* WORK TASK: Starting at the line below holding "strip = np.where(apart" and stopping at the line holding "str(below + 1), '--accuracy', '1e-3')", print every line exactly, both ends included, and leave the rest out.

==== THE INPUT

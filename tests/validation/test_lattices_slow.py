"""Two-dimensional lattices against cylindrical waves and against the textbook's gaps."""
import math
import unittest

import numpy as np

from drive import bands_at, check, disc, lattice, rect, run, table
from rod_lattice import band_near

REFERENCE = table('lattices')


class SquareRods(unittest.TestCase):
    def check_polarization(self, polarization, accuracy):
        case = REFERENCE['square_rods']
        problem = lattice([disc(2000 * case['radius'])], case['permittivity'], 1, polarization)
        rows = case[polarization]
        found = bands_at(problem, [[k / math.pi for k in r['k']] for r in rows], 4, '--accuracy', accuracy)
        for wanted, bands in zip(rows, found):
            if wanted['first'] == 2:
                self.assertEqual(bands[0]['value'], 0)
            for at, frequency in enumerate(wanted['frequencies'], start=wanted['first'] - 1):
                check(self, f'{polarization} {wanted["k"]} band {at + 1}', bands[at], frequency,
                      REFERENCE['square_rods']['tolerance'][polarization])

    def test_ey(self):
        self.check_polarization('ey', '4e-5')

    def test_hy(self):
        self.check_polarization('hy', '1e-3')


class OtherRods(unittest.TestCase):
    """Radii and contrasts beyond the table, against the same method written out in rod_lattice.py."""

    def test_the_method_gives_the_table(self):
        case = REFERENCE['square_rods']
        for polarization in ('ey', 'hy'):
            for row in case[polarization][1::2]:
                frequency = row['frequencies'][1]
                found = band_near(1.0001 * frequency, row['k'], case['radius'], case['permittivity'], 1, polarization,
                                  width=5e-4)
                self.assertAlmostEqual(found, frequency, delta=1e-7)

    def test_a_triangular_lattice(self):
        zone_corner, radius, rows = (4 / 3, 0), 0.2, 1000 * math.sqrt(0.75)
        for polarization in ('ey', 'hy'):
            problem = lattice([disc(2000 * radius)], 12, 1, polarization, span=rows, lateral_shift=0.5)
            [[lowest]] = bands_at(problem, [zone_corner], 1, '--accuracy', '1e-3')
            exact = band_near(lowest['value'], (math.pi * 4 / 3, 0), radius, 12, 1, polarization, triangular=True)
            check(self, polarization, lowest, exact, 1e-3)

    def test_rods_and_holes(self):
        for inside, outside, radius in ((12.08, 2.085, 0.22), (1, 12, 0.3)):
            for polarization in ('ey', 'hy'):
                problem = lattice([disc(2000 * radius, at=(130, -70))], inside, outside, polarization)
                [bands] = bands_at(problem, [(0.9 / math.pi, 0.4 / math.pi)], 3, '--accuracy', '3e-3')
                for number, found in enumerate(bands):
                    name = f'{inside}:{outside} {polarization} band {number + 1}'
                    width = 1.001 * found['uncertainty'] / found['value']
                    exact = band_near(found['value'], (0.9, 0.4), radius, inside, outside, polarization, width=width,
                                      steps=13)
                    self.assertIsNotNone(exact, name)
                    check(self, name, found, exact, 3e-3)


def veins_by_plane_waves(permittivity, width, k, orders):
    """The two lowest frequencies of H along y at k, in 2π/pitch: (k+G) η (k'+G') with the product rules of Li: across
    an interface the inverse of the transform of 1/ε, along it the transform of ε."""
    hole = 1 - width
    order = np.arange(-orders, orders + 1)
    apart = order[:, None] - order[None, :]
    strip = np.where(apart == 0, hole, np.sin(np.pi * apart * hole) / (np.pi * np.where(apart == 0, 1, apart)))
    one = np.eye(len(order))
    across = np.linalg.inv(strip + (one - strip) / permittivity)
    e_z = np.linalg.inv(np.kron(across, strip) + permittivity * np.kron(one, one - strip))
    e_x = np.linalg.inv(np.kron(strip, across) + permittivity * np.kron(one - strip, one))
    k_z = np.kron(order + k[0], np.ones(len(order)))
    k_x = np.kron(np.ones(len(order)), order + k[1])
    matrix = k_x[:, None] * e_z * k_x[None, :] + k_z[:, None] * e_x * k_z[None, :]
    return np.sqrt(np.linalg.eigvalsh(0.5 * (matrix + matrix.T))[:2])


class Gaps(unittest.TestCase):
    def gap(self, case, problem, corners, below):
        answer = run('bands', {**problem, 'path': [{'at': k} for k in corners]}, '--points', '1', '--count',
                     str(below + 1), '--accuracy', '1e-3')
        [gap] = [g for g in answer['results'][0]['gaps'] if g['below'] == below]
        return gap['from'], gap['to']

    def test_edges_and_widths(self):
        pitch, rows = 1000, 1000 * math.sqrt(0.75)
        for case in REFERENCE['gaps']:
            with self.subTest(case['name'], polarization=case['polarization']):
                shapes, cell, corners, below = [disc(2 * pitch * case['disc_radius'])], {}, case['corners'], case['below']
                if case.get('triangular') == 'doubled':
                    shapes.append(disc(2 * pitch * case['disc_radius'], at=(pitch / 2, rows)))
                    cell, corners, below = {'span': 2 * rows}, [[z, 2 * x] for z, x in corners], 2 * below
                elif case.get('triangular'):
                    cell = {'span': rows, 'lateral_shift': 0.5}
                problem = lattice(shapes, *case['permittivity'], case['polarization'], pitch, **cell)
                low, high = self.gap(case, problem, corners, below)
                tolerance = case.get('tolerance', REFERENCE['tolerance'][case['polarization']])
                check(self, 'from', low, case['from'], tolerance, digits=REFERENCE['digits']['edge'])
                check(self, 'to', high, case['to'], tolerance, digits=REFERENCE['digits']['edge'])
                if 'percent' in case:
                    percent = 200 * (high['value'] - low['value']) / (high['value'] + low['value'])
                    self.assertAlmostEqual(percent, case['percent'], delta=REFERENCE['digits']['percent'])

    def test_veins(self):
        case = REFERENCE['veins']
        hole = 1000 * (1 - case['width'])
        problem = lattice([rect(hole, hole)], 1, case['permittivity'], 'hy')
        low, high = self.gap(case, problem, [[0, 0], [1, 0], [1, 1]], 1)
        exact_low = veins_by_plane_waves(case['permittivity'], case['width'], (0.5, 0.5), 12)[0]
        exact_high = veins_by_plane_waves(case['permittivity'], case['width'], (0.5, 0), 12)[1]
        self.assertAlmostEqual(low['value'], exact_low, delta=case['plane_wave_tolerance'] * exact_low)
        self.assertAlmostEqual(high['value'], exact_high, delta=case['plane_wave_tolerance'] * exact_high)
        percent = 200 * (high['value'] - low['value']) / (high['value'] + low['value'])
        self.assertAlmostEqual(percent, case['textbook_percent'], delta=case['textbook_tolerance'])


if __name__ == '__main__':
    unittest.main()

========

* RESPONSE TO THIS EXERCISE:
    strip = np.where(apart == 0, hole, np.sin(np.pi * apart * hole) / (np.pi * np.where(apart == 0, 1, apart)))
    one = np.eye(len(order))
    across = np.linalg.inv(strip + (one - strip) / permittivity)
    e_z = np.linalg.inv(np.kron(across, strip) + permittivity * np.kron(one, one - strip))
    e_x = np.linalg.inv(np.kron(strip, across) + permittivity * np.kron(one - strip, one))
    k_z = np.kron(order + k[0], np.ones(len(order)))
    k_x = np.kron(np.ones(len(order)), order + k[1])
    matrix = k_x[:, None] * e_z * k_x[None, :] + k_z[:, None] * e_x * k_z[None, :]
    return np.sqrt(np.linalg.eigvalsh(0.5 * (matrix + matrix.T))[:2])


class Gaps(unittest.TestCase):
    def gap(self, case, problem, corners, below):
        answer = run('bands', {**problem, 'path': [{'at': k} for k in corners]}, '--points', '1', '--count',
                     str(below + 1), '--accuracy', '1e-3')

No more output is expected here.